To develop a measure of search efficiency, children’s responses were recorded when they were asked to find each of the four specific animals in the first section of the study. For the paper prototype group, observers recorded each envelope that the child opened in order. For the computer prototype group, the software logged the sequential history of all mouse clicks. Children’s responses were then coded to indicate how many unnecessary envelopes were opened or icons were clicked. In other words, search efficiency was the number of search steps taken above the minimum number necessary to find the requested animal, given the branch of the hierarchy chosen by the child. Thus, the higher the search efficiency score, the less efficient the search.
Search efficiency scores were submitted to a 2 (grade) x 2
(gender) x 2 (condition) x 4 (item number) analysis of variance, in which item
number served as a repeated measure.
Results of this analysis indicated a significant difference between
conditions, F(1,96) = 14.75, p < .0001, a significant condition by gender
interaction, F(1,96) = 4.75, p < .05, and a significant difference between
items, F(3,288) = 2.92, p < .05.
Means for the groups involved in these effects are displayed in Table
Examination of these means shows that computer searches were significantly more efficient than paper searches. Tukey post hoc tests on the condition by gender interaction indicated that the females’ searches were significantly more efficient in the computer condition than in the paper condition, while there was no significant difference for the males. In addition, comparison of the means in the item effect indicates that children’s searches became more efficient with each subsequent item, indicating a practice effect. An additional analysis indicated that there were no significant differences in search efficiency for one particular animal vs. another.

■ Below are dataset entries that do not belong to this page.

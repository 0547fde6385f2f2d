//! Entry points of the family moments.

use super::arrays::{Arrays, NAN, NO_QUANTITY, count, rows_code, run_rows};
use super::guard::{guard, pool};
use super::molecules::{
    BondArrays, Bonds, ChargeColumn, Ends, MoleculeArrays, Molecules, checked_offsets, of_model, one_row, remarks_of,
    set_numbers,
};
use super::settings::{bmom_settings, settings_of};
use crate::charges::partial_charges;
use crate::moments::{self, DIPOLE, DIPOLE_POLARITY, Dipole};
use crate::parallel::map_rows;
use crate::selectors::{BONDS_ALTERNATING, CHARGES_GIVEN, Selector};
use crate::status::{Code, Failure, remark};

/// Dipole vector of each molecule, from - to +, about the centre of mass.
/// Given: 1 model (BMOM_CHARGES_...); 2 frame (BMOM_FRAME_AS_GIVEN); settings (NULL: defaults; position_uncertainty_A);
/// threads (1: the caller's, 0: all); 3 molecules: n, atom_offsets (n + 1), n_atoms, atomic_number, formal_charge [e]
/// (NULL: derived), xyz_A [A] (3 an atom); 4 bonds: bond_offsets (n + 1; NULL: found), n_bonds, bond_atoms (2 a bond),
/// bond_order; 5 charge_e, u_charge_e [e] (an atom each, with BMOM_CHARGES_GIVEN and only with it).
/// Returned: 6 dipole_D [D] (3 a row), covariance_D2 [D^2] (9 a row; NaN where not known; NULL: not wanted);
/// 7 magnitude_D, u_magnitude_D [D]; 8 origin_A [A] (3 a row; NULL: not wanted). row_item:
/// the bond at fault where the status names argument 4, else the atom; -1: none.
/// Status of a row: NO_DATA (1101: the model has no parameters for an atom as it is bonded), BAD_BOND, ATOMS_TOO_CLOSE, NO_ATOMS, UNKNOWN_ELEMENT, MISSING,
/// NOT_FINITE, OUT_OF_RANGE, NEGATIVE_UNCERTAINTY. Of the call: NOT_ALLOWED (charge_e and model), BAD_OFFSETS, ...
/// Remarks: CHARGED (the dipole depends on the origin), BONDS_FOUND, CHARGES_FOUND, IMPOSSIBLE_VALENCE, ...
/// Notes: the net charge is exact, so the uncertainties of the charges are conditioned on it. PEOE states no uncertainty:
/// its covariance_D2 and u_magnitude_D are NaN; given charges have them where u_charge_e is given. PEOE fails for pi systems; see bmom_partial_charges_column.
/// Reference: E. R. Cohen et al., Quantities, Units and Symbols in Physical Chemistry, 3rd ed., IUPAC 2007 (from memory).
#[unsafe(no_mangle)]
pub unsafe extern "C" fn bmom_dipole_column(
    model: i32,
    frame: i32,
    settings: *const bmom_settings,
    threads: i32,
    n: i64,
    atom_offsets: *const i64,
    n_atoms: i64,
    atomic_number: *const i32,
    formal_charge: *const i32,
    xyz_A: *const f64,
    bond_offsets: *const i64,
    n_bonds: i64,
    bond_atoms: *const i32,
    bond_order: *const f64,
    charge_e: *const f64,
    u_charge_e: *const f64,
    dipole_D: *mut f64,
    covariance_D2: *mut f64,
    magnitude_D: *mut f64,
    u_magnitude_D: *mut f64,
    origin_A: *mut f64,
    row_remarks: *mut i32,
    row_item: *mut i32,
    row_status: *mut i32,
) -> i32 {
    guard(|| {
        let model = DIPOLE.selector(1, Selector(model))?;
        DIPOLE.selector(2, Selector(frame))?;
        let pool = pool(threads)?;
        // SAFETY: the caller's promise about every pointer, stated in the header.
        let (mut arrays, settings) = unsafe { (Arrays::promised(), settings_of(settings)?) };
        let from = MoleculeArrays { n, atom_offsets, n_atoms, atomic_number, formal_charge, xyz_A };
        let molecules = Molecules::new(&mut arrays, 3, &from)?;
        let rows = molecules.rows;
        let bonds = Bonds::new(&mut arrays, 4, rows, &BondArrays { bond_offsets, n_bonds, bond_atoms, bond_order })?;
        let charges = ChargeColumn::new(&mut arrays, 5, model, charge_e, u_charge_e, molecules.atoms)?;
        let vector_out = arrays.output(6, dipole_D, 3 * rows)?;
        let covariance_out = arrays.output_if(6, covariance_D2, 9 * rows)?;
        let magnitude_out = arrays.quantities_out(7, magnitude_D, u_magnitude_D, rows)?;
        let origin_out = arrays.output_if(8, origin_A, 3 * rows)?;
        let ends = Ends::new(&mut arrays, rows, row_remarks, row_item, row_status)?;
        arrays.no_overlap()?;
        let (view, bonds, charges) = (molecules.view()?, bonds.view()?, charges.view());

        let answers = map_rows(rows, 3 * molecules.atoms, pool, |row| -> Result<_, Failure> {
            let molecule = view.row(row)?;
            // Given charges need no bonds: a molecule whose bonds cannot be told has a dipole all the same.
            let bonding = match bonds.bonding(row, molecule, BONDS_ALTERNATING) {
                Err(_) if model == CHARGES_GIVEN && bonds.is_found() => Default::default(),
                bonding => bonding?,
            };
            let given = charges.map(|(charge, u)| (&charge[view.range(row)], u.map(|u| &u[view.range(row)])));
            let charges = partial_charges(model, molecule, &bonding, given).map_err(of_model)?;
            let dipole = moments::dipole(molecule, &charges, settings.position_uncertainty_a)?;
            let charged = if dipole.charged { remark::CHARGED } else { 0 };
            let (remarks, item) = if bonding.bonds.is_empty() && molecule.len() > 1 && model == CHARGES_GIVEN {
                (bonding.remarks, -1)
            } else {
                remarks_of(molecule, &bonding)
            };
            Ok((dipole, (remarks | charged, item)))
        });
        let mut failed = 0;
        for (row, answer) in answers.into_iter().enumerate() {
            let (dipole, end) = match answer {
                Ok((dipole, end)) => (dipole, Ok(end)),
                Err(failure) => {
                    failed += 1;
                    (
                        Dipole { magnitude: NO_QUANTITY, ..Dipole::new([NAN; 3], [[NAN; 3]; 3], [NAN; 3], false) },
                        Err(failure),
                    )
                }
            };
            set_numbers(vector_out, 3 * row, &dipole.vector);
            set_numbers(covariance_out, 9 * row, dipole.covariance.as_flattened());
            magnitude_out.set(row, dipole.magnitude);
            set_numbers(origin_out, 3 * row, &dipole.origin);
            ends.set(row, end);
        }
        Ok(rows_code(rows, failed))
    })
}

/// One molecule: as bmom_dipole_column with one row, default settings and the caller's thread. bond_atoms NULL with n_bonds
/// 0: bonds are found.
#[unsafe(no_mangle)]
pub unsafe extern "C" fn bmom_dipole(
    model: i32,
    frame: i32,
    n_atoms: i64,
    atomic_number: *const i32,
    formal_charge: *const i32,
    xyz_A: *const f64,
    n_bonds: i64,
    bond_atoms: *const i32,
    bond_order: *const f64,
    charge_e: *const f64,
    u_charge_e: *const f64,
    dipole_D: *mut f64,
    covariance_D2: *mut f64,
    magnitude_D: *mut f64,
    u_magnitude_D: *mut f64,
    origin_A: *mut f64,
    remarks: *mut i32,
    item: *mut i32,
) -> i32 {
    let (atoms, bonds, mut status) = ([0, n_atoms], [0, n_bonds], 0);
    let bond_offsets = if bond_atoms.is_null() { std::ptr::null() } else { bonds.as_ptr() };
    // SAFETY: the caller's promise goes on; the arrays of one row are ours.
    let code = unsafe {
        bmom_dipole_column(
            model,
            frame,
            std::ptr::null(),
            1,
            1,
            atoms.as_ptr(),
            n_atoms,
            atomic_number,
            formal_charge,
            xyz_A,
            bond_offsets,
            n_bonds,
            bond_atoms,
            bond_order,
            charge_e,
            u_charge_e,
            dipole_D,
            covariance_D2,
            magnitude_D,
            u_magnitude_D,
            origin_A,
            remarks,
            item,
            &raw mut status,
        )
    };
    let numbers = [(dipole_D, 3), (covariance_D2, 9), (magnitude_D, 1), (u_magnitude_D, 1), (origin_A, 3)];
    // SAFETY: the caller's promise goes on.
    unsafe { one_row(code, status, &numbers, &[(remarks, 0), (item, -1)]) }
}

/// Dipole vector of point charges about the given origin, from - to +.
/// Given: 1 n_atoms, charge_e, u_charge_e [e] (NULL: not known); 2 xyz_A [A] (3 a charge), u_xyz_A [A] (one a charge, alike
/// in all directions; NULL: not known). Returned: 3 dipole_D [D] (3), covariance_D2 [D^2] (9; NULL: not wanted);
/// 4 magnitude_D, u_magnitude_D [D].
/// Status: CHARGED (the charges do not sum to zero within 1e-6 e), NO_ATOMS, MISSING, NOT_FINITE, OUT_OF_RANGE,
/// NEGATIVE_UNCERTAINTY, NULL_POINTER, NEGATIVE_COUNT.
/// Notes: all inputs count as independent, C = k^2 (sum u_q^2 r r' + sum q^2 u_x^2 1) with k = 4.80320471 D/(e A).
/// Reference: JCGM 100:2008; E. R. Cohen et al., IUPAC 2007 (from memory).
#[unsafe(no_mangle)]
pub unsafe extern "C" fn bmom_dipole_of_charges(
    n_atoms: i64,
    charge_e: *const f64,
    u_charge_e: *const f64,
    xyz_A: *const f64,
    u_xyz_A: *const f64,
    dipole_D: *mut f64,
    covariance_D2: *mut f64,
    magnitude_D: *mut f64,
    u_magnitude_D: *mut f64,
) -> i32 {
    let (offsets, mut status) = ([0, n_atoms], 0);
    // SAFETY: the caller's promise goes on; the arrays of one row are ours.
    let code = unsafe {
        bmom_dipole_of_charges_column(
            std::ptr::null(),
            1,
            1,
            offsets.as_ptr(),
            n_atoms,
            charge_e,
            u_charge_e,
            xyz_A,
            u_xyz_A,
            dipole_D,
            covariance_D2,
            magnitude_D,
            u_magnitude_D,
            std::ptr::null_mut(),
            std::ptr::null_mut(),
            &raw mut status,
        )
    };
    let numbers = [(dipole_D, 3), (covariance_D2, 9), (magnitude_D, 1), (u_magnitude_D, 1)];
    // SAFETY: the caller's promise goes on.
    unsafe { one_row(code, status, &numbers, &[]) }
}

/// Column form of bmom_dipole_of_charges: settings (NULL; none applies); threads; n; the charges of row r are
/// atom_offsets[r] to atom_offsets[r + 1] - 1 of charge_e, u_charge_e, u_xyz_A (one each) and xyz_A (three each).
/// row_item: the charge at fault.
#[unsafe(no_mangle)]
pub unsafe extern "C" fn bmom_dipole_of_charges_column(
    settings: *const bmom_settings,
    threads: i32,
    n: i64,
    atom_offsets: *const i64,
    n_atoms: i64,
    charge_e: *const f64,
    u_charge_e: *const f64,
    xyz_A: *const f64,
    u_xyz_A: *const f64,
    dipole_D: *mut f64,
    covariance_D2: *mut f64,
    magnitude_D: *mut f64,
    u_magnitude_D: *mut f64,
    row_remarks: *mut i32,
    row_item: *mut i32,
    row_status: *mut i32,
) -> i32 {
    guard(|| {
        let pool = pool(threads)?;
        let (rows, atoms) = (count(n)?, count(n_atoms)?);
        // SAFETY: the caller's promise about every pointer, stated in the header.
        let (mut arrays, _) = unsafe { (Arrays::promised(), settings_of(settings)?) };
        let offsets = arrays.input(1, atom_offsets, if rows == 0 { 0 } else { rows + 1 })?;
        let charge = arrays.quantities(1, charge_e, u_charge_e, atoms)?;
        let xyz = arrays.input(2, xyz_A, 3 * atoms)?;
        let u_xyz = arrays.input_if(2, u_xyz_A, atoms)?;
        let vector_out = arrays.output(3, dipole_D, 3 * rows)?;
        let covariance_out = arrays.output_if(3, covariance_D2, 9 * rows)?;
        let magnitude_out = arrays.quantities_out(4, magnitude_D, u_magnitude_D, rows)?;
        let ends = Ends::new(&mut arrays, rows, row_remarks, row_item, row_status)?;
        arrays.no_overlap()?;
        let offsets = checked_offsets(offsets.slice(), atoms, 1)?;
        let (charge, u_charge) = charge.slices();
        let (xyz, u_xyz) = (xyz.slice().as_chunks().0, u_xyz.slice());
        let answers = map_rows(rows, atoms / 50, pool, |row| {
            let range = offsets[row] as usize..offsets[row + 1] as usize;
            moments::dipole_of_charges(
                &charge[range.clone()],
                u_charge.map(|u| &u[range.clone()]),
                &xyz[range.clone()],
                u_xyz.map(|u| &u[range.clone()]),
            )
        });
        let mut failed = 0;
        for (row, answer) in answers.into_iter().enumerate() {
            failed += usize::from(answer.is_err());
            let blank = Dipole { magnitude: NO_QUANTITY, ..Dipole::new([NAN; 3], [[NAN; 3]; 3], [NAN; 3], false) };
            let dipole = answer.unwrap_or(blank);
            set_numbers(vector_out, 3 * row, &dipole.vector);
            set_numbers(covariance_out, 9 * row, dipole.covariance.as_flattened());
            magnitude_out.set(row, dipole.magnitude);
            ends.set(row, answer.map(|_| (0, -1)));
        }
        Ok(rows_code(rows, failed))
    })
}

/// Polar, non-polar or undecided, from a dipole vector and its covariance.
/// Given: 1 limit_D [D] (usually 0.2); 2 dipole_D [D] (3), covariance_D2 [D^2] (9).
/// Returned: 3 polarity (BMOM_POLARITY_...).
/// Status: MISSING (also for a covariance that is NaN, as that of PEOE dipoles is), NOT_FINITE, OUT_OF_RANGE (limit; or a
/// matrix that is no covariance), NULL_POINTER (covariance_D2 must be given).
/// Notes: polar where |mu| - 2 u > limit; non-polar where |mu| + 2.8 sqrt(largest eigenvalue of the covariance) <= limit
/// (2.8 is the 95 % radius of a normal distribution in three dimensions); else undecided. One conformer is not the
/// molecule: the polarity table also bounds what turning about bonds can do.
#[unsafe(no_mangle)]
pub unsafe extern "C" fn bmom_dipole_polarity(
    limit_D: f64,
    dipole_D: *const f64,
    covariance_D2: *const f64,
    polarity: *mut i32,
) -> i32 {
    let mut status = 0;
    let code = guard(|| {
        // SAFETY: the caller's promise about every pointer, stated in the header.
        unsafe { Arrays::promised() }.cell(3, polarity, i32::MIN)?;
        Ok(Code::Ok)
    });
    if code != 0 {
        return code;
    }
    // SAFETY: the caller's promise goes on.
    let code = unsafe { bmom_dipole_polarity_column(limit_D, 1, dipole_D, covariance_D2, polarity, &raw mut status) };
    // SAFETY: the caller's promise goes on.
    unsafe { one_row(code, status, &[], &[(polarity, i32::MIN)]) }
}

/// Column form of bmom_dipole_polarity: dipole_D has 3 numbers a row, covariance_D2 9.
#[unsafe(no_mangle)]
pub unsafe extern "C" fn bmom_dipole_polarity_column(
    limit_D: f64,
    n: i64,
    dipole_D: *const f64,
    covariance_D2: *const f64,
    polarity: *mut i32,
    row_status: *mut i32,
) -> i32 {
    guard(|| {
        let n = count(n)?;
        let limit = DIPOLE_POLARITY.number(1, limit_D)?;
        // SAFETY: the caller's promise about every pointer, stated in the header.
        let mut arrays = unsafe { Arrays::promised() };
        let dipole = arrays.input(2, dipole_D, 3 * n)?;
        let covariance = arrays.input(2, covariance_D2, 9 * n)?;
        let out = arrays.output(3, polarity, n)?;
        let status = arrays.output_if(0, row_status, n)?;
        arrays.no_overlap()?;
        let vectors: &[[f64; 3]] = dipole.slice().as_chunks().0;
        let matrices: &[[[f64; 3]; 3]] = covariance.slice().as_chunks().0.as_chunks().0;
        run_rows(
            n,
            status,
            |i| moments::polarity(vectors[i], &matrices[i], limit).map(|polarity| out.set(i, polarity.0)),
            |i| out.set(i, i32::MIN),
        )
    })
}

To quantify children’s search
query abilities, their responses in the second portion of the study were
examined. Their attempts to formulate
search queries to find groups of animals were scored as shown in Table
2. Search query scores range from 0 to 1, with
1 being the highest possible score.
Search query scores were analyzed using a 2 (grade) x 2 (gender) x 2 (condition) x 3 (query type) analysis of variance, in which query type (single-factor vs. union vs. intersection) served as a repeated measure. Results of this analysis indicated a significant difference between conditions, F(1,94) = 14.96, p < .0001, a significant difference between query types, F(2,188) = 3.12, p < .05, a significant interaction between condition and query type, F(2,188) = 7.15, p < .05, and a significant interaction between gender and query type, F(2,188) = 7.15, p < .001.
Means for the groups
involved in these effects are displayed in Table
Examination of these means shows that overall, search queries were more accurate in the computer condition than in the paper condition. Tukey post hoc tests on the query type effect indicated that union queries were significantly more successful than intersection queries, while neither differed significantly from the success rate for single-factor-searches. However, this main effect is qualified by two interactions. Post hoc tests on the condition by query type interaction showed that both single-factor queries and intersection queries were significantly more accurate in the computer condition than in the paper condition, but for union queries there was no difference between conditions. In addition, post hoc comparisons on the gender by query type interaction demonstrated that for females union queries were significantly more successful than
searches or intersection searches, whereas for males there were no
significant differences between the three query types.
In general, children were quite efficient in their searches
for specific animals. The overall
search efficiency mean for the entire sample was 0.48. This means that, on average, children looked
in less than one extra envelope, or clicked on less than one extra icon
per search beyond the bare minimum needed to find the animal that they were
looking for. So, for the most part,
children successfully employed a strategy of trying to find each target animal
in as few steps as possible, in an extremely focused and goal-directed
manner. In addition, children’s
ability to use this “fewest-steps” strategy effectively improved over time
within the course of the four trials in this section of the research.
The one apparent exception to the use of the fewest-steps strategy occurred in the searches of the females using the paper prototype. Their searches were significantly less efficient (i.e., used significantly more extra steps) than the searches of the girls using the computer prototype or the searches of the boys in either prototype condition. It should be noted, however, that the absolute differences in number of extra steps are small: even for the females using the paper prototype the average search efficiency was only 0.89, still less than one extra envelope opened or icon clicked per search.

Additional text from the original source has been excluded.